If we are honest and self-aware, all of us can be both of these people and all of us have thought very similar thoughts.  This Pharisee could not be more of a horse’s backside, “Thank God, I am not like those people … you know, those people.”  All of us, myself included, have “those people,” people with which we disagree, people who annoy and baffle us, people we turn off when they appear on TV, people who tempt us to partake in that most wretched sins: hate and prejudice.  They may be Democrats or Republicans, rich or poor, young or old, you name it.  They might be Red Sox fans.  Whoever they are, we all have them and our arrogance prevents us from the pleasure of seeing the good in all of God’s creatures, and through that, a greater communion with God.  This Pharisee is quite a guy, and if I am honest, I can be a lot like him.

In contrast, we encounter this Tax Collector.  The Tax Collector is so separated from the community that he is physically separate, standing “far off” according to the text.  And his prayer is much less conversational than the Pharisee.  His prayer is almost despairing, a classic lament, and he beats his breast and says, “God, be merciful to me, a sinner.”  Now, this guy may have been a sinner.  He may be a notorious sinner.  Tax Collectors were collaborators with the Roman occupiers and infamous for skimming off the top of their collections for their own benefit.  If you took a poll of 1st century Palestinians, many would have rather spent an evening on Beale Street with the stuck-up Pharisee instead of the Tax Collector.  But, Jesus, in that annoyingly Jesus kinda way, lifts up those who society marginalizes for the starring role of his stories.  This second man, while he probably made some very poor choices, is at least aware of them and in this moment is sorry for them.  And most importantly, he takes those choices, those sins, and gives them to God.  “God, be merciful to me, a sinner!”  In a moment of virtuous humility, the Tax Collector acknowledges his own emptiness, his own brokenness, his basic need for God and asks God for help.  

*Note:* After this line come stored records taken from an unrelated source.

/** One delivery, many blocks: tab through measured sizes, copy a row for the next block of the same kind. */
export function ReceiveForm({
  suppliers,
  grades,
  unit,
}: {
  suppliers: { id: number; name: string }[];
  grades: GradeOption[];
  unit: LengthUnit;
}) {
  const [rows, setRows] = useState<Row[]>(() => [blankRow(freshKey())]);
  const { busy, fields, message, submit } = useSubmit();
  const [done, setDone] = useState<{ codes: string[]; warnings: { index: number; message: string }[] } | null>(null);
  const [receivedOn, setReceivedOn] = useState(isoDate());
  const toMm = (s: string) => lengthMmOrNull(s, unit);
  const update = (key: number, patch: Partial<Omit<Row, "key">>) => setRows((rs) => updateRow(rs, key, patch));
  const cell = "min-h-11 w-full rounded-md border bg-paper-raised px-2 text-sm";
  const bad = (k: string) => (fields[k] ? "border-ember" : "border-bead-strong");

  if (done) {
    return (
      <Card title="Delivery received">
        <div className="mb-3">
          <ResultNotice tone="success">
            {`${done.codes.length} ${done.codes.length === 1 ? "block is" : "blocks are"} in stock: ${done.codes.join(", ")}.`}
          </ResultNotice>
        </div>
        {done.warnings.map((w) => (
          <div key={w.index} className="mb-2">
            <Notice tone="caution">
              Row {w.index + 1}: {w.message}
            </Notice>
          </div>
        ))}
        <div className="flex flex-wrap gap-3">
          <Link className={buttonClass("primary")} href={`/labels?codes=${encodeURIComponent(done.codes.join(","))}`}>
            Print their labels
          </Link>
          <Link className={buttonClass("secondary")} href="/stock">
            See the stock list
          </Link>
          <Button
            tone="quiet"
            onClick={() => {
              setDone(null);
              setRows([blankRow(freshKey())]);
            }}
          >
            Receive another
          </Button>
        </div>
      </Card>
    );
  }

  return (
    <form
      className="space-y-5"
      onSubmit={async (e) => {
        e.preventDefault();
        const fd = new FormData(e.currentTarget);
        const res = await submit(
          () =>
            send<{ codes: string[]; warnings: { index: number; message: string }[] }>("/api/deliveries", "POST", {
              supplierId: Number(fd.get("supplierId")) || null,
              receivedOn: fd.get("receivedOn"),
              poRef: fd.get("poRef"),
              lot: fd.get("lot"),
              notes: fd.get("notes"),
              blocks: rows.map((r) => ({
                code: r.code || null,
                gradeId: Number(r.gradeId) || null,
                size: [toMm(r.x), toMm(r.y), toMm(r.z)],
                weightKg: r.weight ? Number(r.weight) : null,
                cost: r.cost === "" ? null : Number(r.cost),
                location: r.location,
                mouldedOn: r.mouldedOn || null,
              })),
            }),
          { failed: "The delivery was not saved." },
        );
        if (res) setDone(res);
      }}
    >
      {message && (
        <ResultNotice tone={message.tone}>
          {message.tone === "danger" ? `${message.text} Nothing was saved.` : message.text}
        </ResultNotice>
      )}
      <Card title="The delivery">
        <div className="grid gap-4 md:grid-cols-2 lg:grid-cols-4">
          <Field label="Supplier" name="supplierId" error={fields.supplierId}>
            <Select name="supplierId" defaultValue="" error={fields.supplierId}>
              <option value="" disabled>
                Choose…
              </option>
              {suppliers.map((s) => (
                <option key={s.id} value={s.id}>
                  {s.name}
                </option>
              ))}
            </Select>
          </Field>
          <Field label="Received on" name="receivedOn" error={fields.receivedOn}>
            <Input
              name="receivedOn"
              type="date"
              value={receivedOn}
              onChange={(e) => setReceivedOn(e.target.value)}
              error={fields.receivedOn}
            />
          </Field>
          <Field label="Lot" name="lot" error={fields.lot}>
            <Input name="lot" error={fields.lot} />
          </Field>
          <Field label="PO reference" name="poRef" error={fields.poRef}>
            <Input name="poRef" error={fields.poRef} />
          </Field>
          <div className="md:col-span-2 lg:col-span-4">
            <Field label="Notes" name="notes" error={fields.notes}>
              <Input name="notes" error={fields.notes} />
            </Field>
          </div>
        </div>
      </Card>
      <Card
        title={`Blocks (${rows.length})`}
        action={<span className="text-sm text-ink-faint">sizes in {unit}, weight in kg</span>}
      >
        {fields.blocks && (
          <p id={errorId("blocks")} className="mb-2 text-sm text-ember">
            {fields.blocks}
          </p>
        )}
        <div className="space-y-3">
          {rows.map((r, i) => {
            const grade = grades.find((g) => String(g.id) === r.gradeId);
            const mm = [toMm(r.x), toMm(r.y), toMm(r.z)];
            const vol = mm.every((v) => v && v > 0) ? (mm[0]! * mm[1]! * mm[2]!) / 1e9 : null;
            const density = vol && r.weight ? Number(r.weight) / vol : null;
            const low = density !== null && grade?.minDensity != null && density < grade.minDensity;
            const p = (k: string) => `blocks.${i}.${k}`;
            const rowErrors = Object.entries(fields).filter(([k]) => k.startsWith(`blocks.${i}.`));
            // Said as the buyer types (the server says the same): invisible characters cannot be seen.
            const codeProblem = !fields[p("code")] && r.code.trim() ? receivedCodeProblem(r.code.trim()) : null;
            // Captions above every field on narrow screens; on wide ones the first row's serve as column heads.
            const caption = `mb-0.5 block text-xs font-medium text-ink-soft ${i === 0 ? "" : "lg:hidden"}`;
            return (
              <fieldset key={r.key} className="rounded-md border border-bead p-3" aria-label={`Block ${i + 1}`}>
                <div className="grid grid-cols-2 gap-2 sm:grid-cols-4 lg:grid-cols-[7rem_9rem_repeat(3,5.5rem)_5.5rem_6rem_1fr_9rem]">
                  <Captioned caption="Code" className={caption}>
                    <input
                      aria-label={`Block ${i + 1} code (blank: Blockyard numbers it)`}
                      placeholder="code (auto)"
                      value={r.code}
                      onChange={(e) => update(r.key, { code: e.target.value })}
                      {...(codeProblem
                        ? { "aria-invalid": true as const, "aria-describedby": errorId(p("code")) }
                        : tiedError(fields, p("code")))}
                      className={`${cell} ${codeProblem ? "border-ember" : bad(p("code"))}`}
                    />
                  </Captioned>
                  <Captioned caption="Grade" className={caption}>
                    <select
                      aria-label={`Block ${i + 1} grade`}
                      value={r.gradeId}
                      onChange={(e) => update(r.key, { gradeId: e.target.value })}
                      {...tiedError(fields, p("gradeId"))}
                      className={`${cell} ${bad(p("gradeId"))}`}
                    >
                      <option value="">grade…</option>
                      {grades.map((g) => (
                        <option key={g.id} value={g.id}>
                          {g.code}
                        </option>
                      ))}
                    </select>
                  </Captioned>
                  <Captioned caption={`Length (${unit})`} className={caption}>
                    <input
                      aria-label={`Block ${i + 1} length`}
                      placeholder="length"
                      inputMode="decimal"
                      value={r.x}
                      onChange={(e) => update(r.key, { x: e.target.value })}
                      {...tiedError(fields, p("size.0"))}
                      className={`${cell} ${bad(p("size.0"))}`}
                    />
                  </Captioned>
                  <Captioned caption={`Width (${unit})`} className={caption}>
                    <input
                      aria-label={`Block ${i + 1} width`}
                      placeholder="width"
                      inputMode="decimal"
                      value={r.y}
                      onChange={(e) => update(r.key, { y: e.target.value })}
                      {...tiedError(fields, p("size.1"))}
                      className={`${cell} ${bad(p("size.1"))}`}
                    />
                  </Captioned>
                  <Captioned caption={`Height (${unit})`} className={caption}>
                    <input
                      aria-label={`Block ${i + 1} height`}
                      placeholder="height"
                      inputMode="decimal"
                      value={r.z}
                      onChange={(e) => update(r.key, { z: e.target.value })}
                      {...tiedError(fields, p("size.2"))}
                      className={`${cell} ${bad(p("size.2"))}`}
                    />
                  </Captioned>
                  <Captioned caption="Weight (kg)" className={caption}>
                    <input
                      aria-label={`Block ${i + 1} weight kg`}
                      placeholder="kg"
                      inputMode="decimal"
                      value={r.weight}
                      onChange={(e) => update(r.key, { weight: e.target.value })}
                      {...tiedError(fields, p("weightKg"))}
                      className={`${cell} ${bad(p("weightKg"))}`}
                    />
                  </Captioned>
                  <Captioned caption="Cost" className={caption}>
                    <input
                      aria-label={`Block ${i + 1} cost`}
                      placeholder="cost"
                      inputMode="decimal"
                      value={r.cost}
                      onChange={(e) => update(r.key, { cost: e.target.value })}
                      {...tiedError(fields, p("cost"))}
                      className={`${cell} ${bad(p("cost"))}`}
                    />
                  </Captioned>
                  <Captioned caption="Location" className={caption}>
                    <input
                      aria-label={`Block ${i + 1} location`}
                      placeholder="location"
                      value={r.location}
                      onChange={(e) => update(r.key, { location: e.target.value })}
                      {...tiedError(fields, p("location"))}
                      className={`${cell} ${bad(p("location"))}`}
                    />
                  </Captioned>
                  <Captioned caption="Moulded on" className={caption}>
                    <input
                      aria-label={`Block ${i + 1} moulding date`}
                      type="date"
                      value={r.mouldedOn}
                      onChange={(e) => update(r.key, { mouldedOn: e.target.value })}
                      {...tiedError(fields, p("mouldedOn"))}
                      className={`${cell} ${bad(p("mouldedOn"))}`}
                    />
                  </Captioned>
                </div>
                <div className="mt-2 flex flex-wrap items-center justify-between gap-2 text-xs">
                  <span className="text-ink-soft">
                    {vol !== null && <>{formatVolume(vol)} · </>}
                    {density !== null && (
                      <span className={low ? "font-semibold text-ember" : ""}>
                        {density.toFixed(1)} kg/m³{low && ` — below the ${grade!.code} minimum ${grade!.minDensity}`} ·{" "}
                      </span>
                    )}
                    {grade && <>cut not before {addDays(r.mouldedOn || receivedOn, grade.cureDays)}</>}
                    {grade?.neverHotWire && <span className="ml-1 font-semibold text-ember">· never hot-wire</span>}
                  </span>
                  <span className="flex gap-2">
                    <button
                      type="button"
                      className="min-h-11 rounded-md px-3 text-kerf hover:bg-kerf-light"
                      onClick={() => {
                        const fresh = freshKey();
                        setRows((rs) => copyRow(rs, r.key, fresh));
                      }}
                    >
                      Copy row
                    </button>
                    {rows.length > 1 && (
                      <button
                        type="button"
                        className="min-h-11 rounded-md px-3 text-ember hover:bg-ember-light"
                        onClick={() => setRows((rs) => removeRow(rs, r.key))}
                      >
                        Remove
                      </button>
                    )}
                  </span>
                </div>
                {codeProblem && (
                  <p id={errorId(p("code"))} className="text-sm text-ember">
                    Code: {codeProblem}
                  </p>
                )}
                {rowErrors.map(([k, m]) => (
                  <p key={k} id={errorId(k)} className="text-sm text-ember">
                    {m}
                  </p>
                ))}
              </fieldset>
            );
          })}
        </div>
        <div className="mt-3">
          <Button
            tone="secondary"
            onClick={() => {
              const fresh = freshKey();
              setRows((rs) => [...rs, blankRow(fresh)]);
            }}
          >
            Add a block
          </Button>
        </div>
      </Card>
      <Button type="submit" disabled={busy || rows.length === 0}>
        {busy ? "Saving…" : `Receive ${rows.length} block${rows.length === 1 ? "" : "s"}`}
      </Button>
    </form>
  );
}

The Pharisee’s ultimate sin is not his obnoxious attitude toward others – although that is very obnoxious – but his lack of humility and his inability to acknowledge his own dependence on God.  Thank God I, I, am not like those people.  I do this and I do that, so I am great.  Not very humble at all.

So we return to the Mayor of Lake Wobegon, standing in the janitor’s closet.  In that moment, in a very faithful, Minnesotan kind of way, I would venture that she felt very humble.  Humiliated to be sure, but humbled, and reminded that even the mayor finds herself in the janitor’s closet from time to time.  How we exit said closet says a lot about who we are and whether we are a Pharisees or a Tax Collector.

Humility is a goal all of us can aspire to.  And real humility is not self-deprecating or insecure.  All of us have been given gifts and we should be proud of and confident in our achievements with those gifts.  But … but, the humble balance that confidence with self-awareness that those gifts are gifs from God and that those gifts are coupled with other areas where we could stand to improve and we are far from accomplished.  In the end, the humble realizes that we are really very needy and in order to truly succeed in this life, we need each other and we need God.

This week, take stock of where you are in need.  Give thanks for where you are strong, but find help where you are weak.  Humbly acknowledge that we can not do everything and we certainly can’t to do everything ourselves.  And instead of ostracizing ourselves in our humility, like the Tax Collector, may we huddle together, be resources for each other, and love each other for who we are, and not because we’re not, “those people.”  

We are all in need, but we can rejoice in the truth that all of our needs will be met; all of our needs will be met by a very generous God.  AMEN.